## Exercise description
Nothing in the listing may be skipped; transcribe all of it as written.

━━━━━ Supplied material ━━━━━

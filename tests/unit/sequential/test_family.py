"""Fixed families at the plan's looks and at others; their constants stand in tests/published."""

from __future__ import annotations

import math

import pytest

from app.model.plan import Design, Efficacy, Sides
from app.model.values import Absent
from app.sequential.boundary import LookAhead, bounds_ahead, efficacy_rule
from app.sequential.family import FAMILY_NAMES, fixed_family, planned_constant
from tests.sequential_plans import looks_at

FIVE = (0.2, 0.4, 0.6, 0.8, 1.0)


def bounds_of(efficacy: Efficacy, fractions: tuple[float, ...], sides: Sides = 2) -> list[float | Absent]:
    rule = efficacy_rule(Design(0.025 * sides, sides, 0.9, 0.7, 400, FIVE), efficacy, 1)
    return [bound.efficacy_z for bound in bounds_ahead(rule, (), looks_at(fractions))]


def test_at_the_plan_s_looks_the_bounds_have_the_family_s_shape() -> None:
    constant = planned_constant(0.25, 0.025, 2, FIVE)
    expected = [constant * math.pow(fraction, -0.25) for fraction in FIVE]
    assert bounds_of(Efficacy("Wang-Tsiatis", shape=0.25), FIVE) == pytest.approx(expected, abs=1e-10)


@pytest.mark.parametrize(("name", "shape"), [("O'Brien-Fleming", 0.0), ("Pocock", 0.5)])
def test_two_families_are_wang_tsiatis_with_their_shape(name: str, shape: float) -> None:
    assert bounds_of(Efficacy(name), FIVE) == bounds_of(Efficacy("Wang-Tsiatis", shape=shape), FIVE)


def test_elsewhere_the_interim_bounds_keep_the_planned_constant_and_the_last_takes_up_what_is_left() -> None:
    constant = planned_constant(0.0, 0.025, 2, FIVE)
    *interim, last = bounds_of(Efficacy("O'Brien-Fleming"), (0.3, 0.5, 1.0))
    assert interim == pytest.approx([constant / math.sqrt(0.3), constant / math.sqrt(0.5)], rel=1e-14)
    assert isinstance(last, float)
    assert 1.96 < last < constant  # fewer looks than planned: more is left for the last


def test_haybittle_peto_holds_one_bound_until_the_end() -> None:
    *interim, last = bounds_of(Efficacy("Haybittle-Peto", interim_z=3.0), (1 / 3, 2 / 3, 1.0))
    assert interim == [3.0, 3.0]
    assert last == pytest.approx(1.975, abs=5e-4)  # computed independently


def test_the_alpha_spent_at_an_interim_look_is_its_crossing_probability() -> None:
    rule = efficacy_rule(Design(0.025, 1, 0.9, 0.7, 400, FIVE), Efficacy("Pocock"), 1)
    first = bounds_ahead(rule, (), looks_at([0.2, 1.0]))[0]
    assert first.alpha_spent == pytest.approx(first.efficacy_p_one_sided, rel=1e-13)


def test_more_looks_than_planned_never_spend_more_than_alpha() -> None:
    rule = efficacy_rule(Design(0.025, 1, 0.9, 0.7, 400, (0.5, 1.0)), Efficacy("Pocock"), 1)
    bounds = bounds_ahead(rule, (), looks_at([step / 10 for step in range(1, 11)]))
    spent = [bound.alpha_spent for bound in bounds]
    assert spent == sorted(spent)
    assert spent[-1] == 0.025
    assert isinstance(bounds[-1].efficacy_z, Absent)
    assert sum(bound.alpha_spent_here for bound in bounds) == pytest.approx(0.025, rel=1e-12)


def test_a_bound_too_far_out_for_a_double_is_no_bound() -> None:
    rule = efficacy_rule(Design(0.025, 1, 0.9, 0.7, 400, (0.5, 1.0)), Efficacy("O'Brien-Fleming"), 1)
    (bound,) = bounds_ahead(rule, (), [LookAhead(1, "planned", 0.002, 0.002, 1, 1.0)])
    assert isinstance(bound.efficacy_z, Absent)
    assert bound.alpha_spent == 0.0


@pytest.mark.parametrize(
    "efficacy", [Efficacy("Wang-Tsiatis"), Efficacy("Haybittle-Peto"), Efficacy("power")]
)
def test_a_family_without_its_key_is_a_bug_in_the_caller(efficacy: Efficacy) -> None:
    with pytest.raises(ValueError, match="spending must be one of"):
        fixed_family(efficacy, 0.025, 1, FIVE)


@pytest.mark.parametrize("name", FAMILY_NAMES)
def test_one_look_is_the_fixed_test(name: str) -> None:
    design = Design(0.025, 1, 0.9, 0.7, 400, (1.0,))
    rule = efficacy_rule(design, Efficacy(name, shape=0.3, interim_z=3.0), 1)
    (bound,) = bounds_ahead(rule, (), looks_at([1.0]))
    assert bound.efficacy_z == pytest.approx(1.959963984540054, abs=1e-12)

━━━━━

## Expected answer
filename tests/unit/sequential/test_family.py
"""Fixed families at the plan's looks and at others; their constants stand in tests/published."""

from __future__ import annotations

import math

import pytest

from app.model.plan import Design, Efficacy, Sides
from app.model.values import Absent
from app.sequential.boundary import LookAhead, bounds_ahead, efficacy_rule
from app.sequential.family import FAMILY_NAMES, fixed_family, planned_constant
from tests.sequential_plans import looks_at

FIVE = (0.2, 0.4, 0.6, 0.8, 1.0)


def bounds_of(efficacy: Efficacy, fractions: tuple[float, ...], sides: Sides = 2) -> list[float | Absent]:
    rule = efficacy_rule(Design(0.025 * sides, sides, 0.9, 0.7, 400, FIVE), efficacy, 1)
    return [bound.efficacy_z for bound in bounds_ahead(rule, (), looks_at(fractions))]


def test_at_the_plan_s_looks_the_bounds_have_the_family_s_shape() -> None:
    constant = planned_constant(0.25, 0.025, 2, FIVE)
    expected = [constant * math.pow(fraction, -0.25) for fraction in FIVE]
    assert bounds_of(Efficacy("Wang-Tsiatis", shape=0.25), FIVE) == pytest.approx(expected, abs=1e-10)


@pytest.mark.parametrize(("name", "shape"), [("O'Brien-Fleming", 0.0), ("Pocock", 0.5)])
def test_two_families_are_wang_tsiatis_with_their_shape(name: str, shape: float) -> None:
    assert bounds_of(Efficacy(name), FIVE) == bounds_of(Efficacy("Wang-Tsiatis", shape=shape), FIVE)


def test_elsewhere_the_interim_bounds_keep_the_planned_constant_and_the_last_takes_up_what_is_left() -> None:
    constant = planned_constant(0.0, 0.025, 2, FIVE)
    *interim, last = bounds_of(Efficacy("O'Brien-Fleming"), (0.3, 0.5, 1.0))
    assert interim == pytest.approx([constant / math.sqrt(0.3), constant / math.sqrt(0.5)], rel=1e-14)
    assert isinstance(last, float)
    assert 1.96 < last < constant  # fewer looks than planned: more is left for the last


def test_haybittle_peto_holds_one_bound_until_the_end() -> None:
    *interim, last = bounds_of(Efficacy("Haybittle-Peto", interim_z=3.0), (1 / 3, 2 / 3, 1.0))
    assert interim == [3.0, 3.0]
    assert last == pytest.approx(1.975, abs=5e-4)  # computed independently


def test_the_alpha_spent_at_an_interim_look_is_its_crossing_probability() -> None:
    rule = efficacy_rule(Design(0.025, 1, 0.9, 0.7, 400, FIVE), Efficacy("Pocock"), 1)
    first = bounds_ahead(rule, (), looks_at([0.2, 1.0]))[0]
    assert first.alpha_spent == pytest.approx(first.efficacy_p_one_sided, rel=1e-13)


def test_more_looks_than_planned_never_spend_more_than_alpha() -> None:
    rule = efficacy_rule(Design(0.025, 1, 0.9, 0.7, 400, (0.5, 1.0)), Efficacy("Pocock"), 1)
    bounds = bounds_ahead(rule, (), looks_at([step / 10 for step in range(1, 11)]))
    spent = [bound.alpha_spent for bound in bounds]
    assert spent == sorted(spent)
    assert spent[-1] == 0.025
    assert isinstance(bounds[-1].efficacy_z, Absent)
    assert sum(bound.alpha_spent_here for bound in bounds) == pytest.approx(0.025, rel=1e-12)


def test_a_bound_too_far_out_for_a_double_is_no_bound() -> None:
    rule = efficacy_rule(Design(0.025, 1, 0.9, 0.7, 400, (0.5, 1.0)), Efficacy("O'Brien-Fleming"), 1)
    (bound,) = bounds_ahead(rule, (), [LookAhead(1, "planned", 0.002, 0.002, 1, 1.0)])
    assert isinstance(bound.efficacy_z, Absent)
    assert bound.alpha_spent == 0.0


@pytest.mark.parametrize(
    "efficacy", [Efficacy("Wang-Tsiatis"), Efficacy("Haybittle-Peto"), Efficacy("power")]
)
def test_a_family_without_its_key_is_a_bug_in_the_caller(efficacy: Efficacy) -> None:
    with pytest.raises(ValueError, match="spending must be one of"):
        fixed_family(efficacy, 0.025, 1, FIVE)


@pytest.mark.parametrize("name", FAMILY_NAMES)
def test_one_look_is_the_fixed_test(name: str) -> None:
    design = Design(0.025, 1, 0.9, 0.7, 400, (1.0,))
    rule = efficacy_rule(design, Efficacy(name, shape=0.3, interim_z=3.0), 1)
    (bound,) = bounds_ahead(rule, (), looks_at([1.0]))
    assert bound.efficacy_z == pytest.approx(1.959963984540054, abs=1e-12)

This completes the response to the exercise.